# Modbus Probleme USB-->RS485 Adapter



## kiesmichael (30 September 2019)

Hallo,

ich mmöchte mit der Nanotec Software einen Nanotec PD4 Schrittmotor via Modbus programmieren.
Ich habe folgenden Adapter gekauft:



Der Motor Kabelbaum hat folgende Belegung:



Die Klemmleiste sieht folgendermaßen aus:



Ich habe folgendermaßen aufgelegt:

Pin 1 --> GND
Pin 3 --> T/R- (2. Klemme)
Pin 4 --> T/R+ (1. Klemme)
Pin 5 --> RXD- (4. Klemme)
Pin 6 --> RXD+ (3. Klemme)

Zwischen 1. und 3. Klemme wie auch zwischen 2. und 4. Klemme habe ich je einen 120 Ohm Wiederstand gehängt.

Leider sagt mir nun die Software, dass keine Steuerung gefunden wird.
Habt Ihr Ideen?
Habe ich falsch angeklemmt?

Den Treiber des Adapters habe ich installiert und der Adapter wird mir im Gerätemanager als OK angezeigt.

Gruß,
Michael


----------



## Mavorkit (30 September 2019)

Hi Michael,

Ich würde Mal probieren an Pin 2 die Versorgungsspannung zu bringen. Sonst bekommt dein Motor doch gar keine Leistungsversorgung.

Gruß

Mavorkit

Gesendet von meinem SM-G950F mit Tapatalk


----------



## kiesmichael (30 September 2019)

Du meinst das der Controller eine eigene Spannungsversorgung benötigt?
Weil der Motor hat seine 24V bereits.


----------



## Mavorkit (30 September 2019)

+UB extern feiert für mich auf eine externe Spannungsquelle hin.

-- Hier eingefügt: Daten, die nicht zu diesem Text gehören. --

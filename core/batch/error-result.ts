// The result row for a file that could not be analysed.
import type { EmbryoResult } from '../model';

/** An EmbryoResult with status 'error' and a one-line message (line breaks folded into spaces). */
export function errorResult(file: string, message: string): EmbryoResult {
  return {
    file, status: 'error', error: message.replace(/\s*[\r\n]+\s*/g, ' ').trim(), warnings: [],
    pixelSizeUm: null, pixelSizeSource: 'unknown', eggLengthUm: null, eggWidthUm: null, axis: null,
    gradientChannel: null, gradientProfile: null, gradientFit: null,
    boundaryProfiles: [], boundaries: [], landmarks: [], backgrounds: [],
  };
}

Gesendet von meinem SM-G950F mit Tapatalk


----------



## PN/DP (30 September 2019)

Ich kenne Deine Geräte nicht, aber ein Tipp: 
Bei RS485 müssen die T- und die R-Pins zusammengeschaltet werden.

* T/R+ ---- Pin 6 + 4
* T/R- ---- Pin 5 + 3
* GND wird bei RS485 normalerweise nicht benötigt, kann aber versuchsweise auf Pin 1
* 1x Abschlußwiderstand 120 Ohm zwischen T/R+ und T/R-
* 1x Abschlußwiderstand 120 Ohm zwischen Pin 6/4 und Pin 5/3

(nur 1x Abschlußwiderstand reicht versuchsweise)

Pin 2 +UB extern und Pin 1 GND: vermutlich Versorgungsspannung 5VDC ???

Harald


----------